Da Bänder mit Versatzfehlern Ausschuss sind, implementierte man zur Erkennung und Reduzierung eine halbautomatisierte Maschinenparameteroptimierung mittels Machine Learning. Die Qualitätskontrolle erkennt folgende Inspektionsklassen:

  1. Der Drucker liefert ein genaues Ergebnis.
  2. Er produziert zweifach bedruckte Stellen (Überlappungen), da der Drucker schneller als das Band ist.
  3. Er produziert Stellen mit Lücken, weil das Band schneller als der Drucker ist.
  4. Er produziert Versatz, weil die Druckposition nicht mittig ausgerichtet ist.

Um die Ausprägung der verschiedenen Fehler beurteilen und Korrekturempfehlungen zu den eingestellten Maschinenparametern geben zu können, wurde die Lösung in den Drucker integriert. Die Kamera von Allied Vision liefert die nötigen Bilder. Das mit Hilfe von »Microsoft Custom Vision« erstellte, ML-basierende Klassifikationsmodell bewertet binnen 20 Millisekunden die Bandqualität. Weist sie einen Versatzfehler auf, wertet Software die Bilder aus und quantifiziert den Versatzfehler.

Die Einbaulage im Druckergehäuse reduziert das Risiko externer Störfaktoren wie Licht, Schatten oder Schmutz. Das erhöht die Stabilität der Lösung.
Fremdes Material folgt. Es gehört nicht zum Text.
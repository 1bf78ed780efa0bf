import type { CharacterTable } from './character-table';

/** Grows a `CharacterTable` without an object per character. */
export class CharacterBuilder {
  private count = 0;
  private startTicks: Float64Array;
  private endTicks: Float64Array;
  private values: Uint8Array;
  private errors: Uint8Array;
  private startEdge: Int32Array;

  constructor(capacity: number) {
    this.startTicks = new Float64Array(capacity);
    this.endTicks = new Float64Array(capacity);
    this.values = new Uint8Array(capacity);
    this.errors = new Uint8Array(capacity);
    this.startEdge = new Int32Array(capacity);
  }

  add(startTicks: number, endTicks: number, value: number, errors: number, startEdge: number): void {
    if (this.count === this.values.length) this.grow();
    const i = this.count++;
    this.startTicks[i] = startTicks;
    this.endTicks[i] = endTicks;
    this.values[i] = value;
    this.errors[i] = errors;
    this.startEdge[i] = startEdge;
  }

  finish(): CharacterTable {
    const { count } = this;
    return {
      count,
      startTicks: this.startTicks.slice(0, count),
      endTicks: this.endTicks.slice(0, count),
      values: this.values.slice(0, count),
      errors: this.errors.slice(0, count),
      startEdge: this.startEdge.slice(0, count),
    };
  }

  private grow(): void {
    const capacity = Math.max(16, this.values.length * 2);
    const moved = <T extends Float64Array | Uint8Array | Int32Array>(into: T, from: T): T => {
      into.set(from);
      return into;
    };
    this.startTicks = moved(new Float64Array(capacity), this.startTicks);
    this.endTicks = moved(new Float64Array(capacity), this.endTicks);
    this.values = moved(new Uint8Array(capacity), this.values);
    this.errors = moved(new Uint8Array(capacity), this.errors);
    this.startEdge = moved(new Int32Array(capacity), this.startEdge);
  }
}

export const NO_CHARACTERS: CharacterTable = new CharacterBuilder(0).finish();
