import { execFileSync } from 'node:child_process';
import { readdirSync, readFileSync, statSync } from 'node:fs';
import { builtinModules } from 'node:module';
import { dirname, join, normalize, relative } from 'node:path';
import { describe, expect, it } from 'vitest';

/** Ground floor first: a room may import only from rooms before it. */
const ROOMS = [
  'units',
  'numerics',
  'environment',
  'lifting-line',
  'hull',
  'foils',
  'sails',
  'boat',
  'equilibrium',
  'polar',
  'racecourse',
  'logs',
  'publish',
  'cli',
];
/** Rooms that run anywhere: no module of Node's own, but for the named files. */
const ANYWHERE = ROOMS.slice(0, ROOMS.indexOf('racecourse') + 1);
const READS_FILES = ['boat/read-file.ts'];

function filesBelow(folder: string): string[] {
  return readdirSync(folder).flatMap((f) => {
    const path = join(folder, f);
    return statSync(path).isDirectory() ? filesBelow(path) : path.endsWith('.ts') ? [path] : [];
  });
}

const files = filesBelow('src').map((f) => relative('src', f));
const roomOf = (file: string): string => file.split('/')[0]!;

function importsOf(file: string): string[] {
  const text = readFileSync(join('src', file), 'utf8');
  return [...text.matchAll(/(?:from\s+|import\s*\(\s*|^import\s+)['"]([^'"]+)['"]/gm)].map((m) => m[1]!);
}

/** The source file a relative import means, below src. */
function target(file: string, spec: string): string {
  return normalize(join(dirname(file), spec)).replace(/\.js$/, '.ts');
}

describe('the rooms', () => {
  it('are the ones on the plan', () => {
    for (const f of files) if (f !== 'index.ts') expect(ROOMS, f).toContain(roomOf(f));
    expect(files.length).toBeGreaterThan(40);
  });

  it('import only from rooms below them, through the index of that room', () => {
    const wrong: string[] = [];
    for (const f of files) {
      for (const spec of importsOf(f)) {
        if (!spec.startsWith('.')) continue;
        const t = target(f, spec);
        if (f === 'index.ts') continue;
        if (roomOf(t) === roomOf(f)) continue;
        if (ROOMS.indexOf(roomOf(t)) >= ROOMS.indexOf(roomOf(f)) || t.split('/').length === 1)
          wrong.push(`${f} -> ${t}`);
        else if (!t.endsWith('/index.ts')) wrong.push(`${f} -> ${t} (not through its index)`);
      }
    }
    expect(wrong).toEqual([]);
  });

  it('have no import circles between files', () => {
    const graph = new Map(
      files.map((f) => [
        f,
        importsOf(f)
          .filter((s) => s.startsWith('.'))
          .map((s) => target(f, s)),
      ]),
    );
    const state = new Map<string, 'open' | 'done'>();
    const circles: string[] = [];
    const visit = (f: string, path: string[]): void => {
      if (state.get(f) === 'done') return;
      if (state.get(f) === 'open') {
        circles.push([...path.slice(path.indexOf(f)), f].join(' -> '));
        return;
      }
      state.set(f, 'open');
      for (const t of graph.get(f) ?? []) visit(t, [...path, f]);
      state.set(f, 'done');
    };
    for (const f of files) visit(f, []);
    expect(circles).toEqual([]);
  });

  it("keep Node's own modules out of everything that runs anywhere", () => {
    const wrong: string[] = [];
    for (const f of files) {
      if (!ANYWHERE.includes(roomOf(f)) || READS_FILES.includes(f)) continue;
      for (const spec of importsOf(f)) {
        if (spec.startsWith('node:') || builtinModules.includes(spec)) wrong.push(`${f} -> ${spec}`);
      }
    }
    expect(wrong).toEqual([]);
  });

  it('speak of the project alone', () => {
    const tracked = execFileSync('git', ['ls-files', '-co', '--exclude-standard'], { encoding: 'utf8' })
      .split('\n')
      .filter((f) => f !== '' && f !== 'package-lock.json' && !f.endsWith('room-order.test.ts'));
    const unwanted = new RegExp(
      ['trans' + 'cript', 'lec' + 'ture', '\\.\\./sha' + 'red', '/wo' + 'rk/', 'registry\\.npm'].join('|'),
      'i',
    );
    const hits: string[] = [];
    for (const f of tracked) {
      if (!/\.(ts|js|json|md|ya?ml|css|html|sh)$/.test(f) && f !== '.ci/run') continue;
      readFileSync(f, 'utf8')
        .split('\n')
        .forEach((line, i) => {
          if (unwanted.test(line)) hits.push(`${f}:${i + 1}`);
        });
    }
    expect(hits).toEqual([]);
  });
});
Mithilfe eines Convolutional Neural Networks identifiziert die Inline-Qualitätsinspektionslösung die vier Inspektionsklassen mit einer Genauigkeit von 99,7 Prozent. Aus den automatisierten Empfehlungen an den Maschinenbediener resultieren eine Reduktion der Inspektionskosten von 70 Prozent und die Erhöhung der Gutteilrate sowie des Durchsatzes um knapp zehn Prozent.

Nicht nur im Bereich Konsumgüter, zu dem die Textilindustrie zählt, gibt es vielfältige Optionen für Lösungen zur Qualitätskontrolle und Optimierung der Maschinenparameter. Auch in anderen produzierenden Industrien wie etwa Halbleiter, Pharmazie und Agrar ist die Verbreitung solcher Lösungen gering. Gleichzeitig ist das ökonomische Potenzial hoch.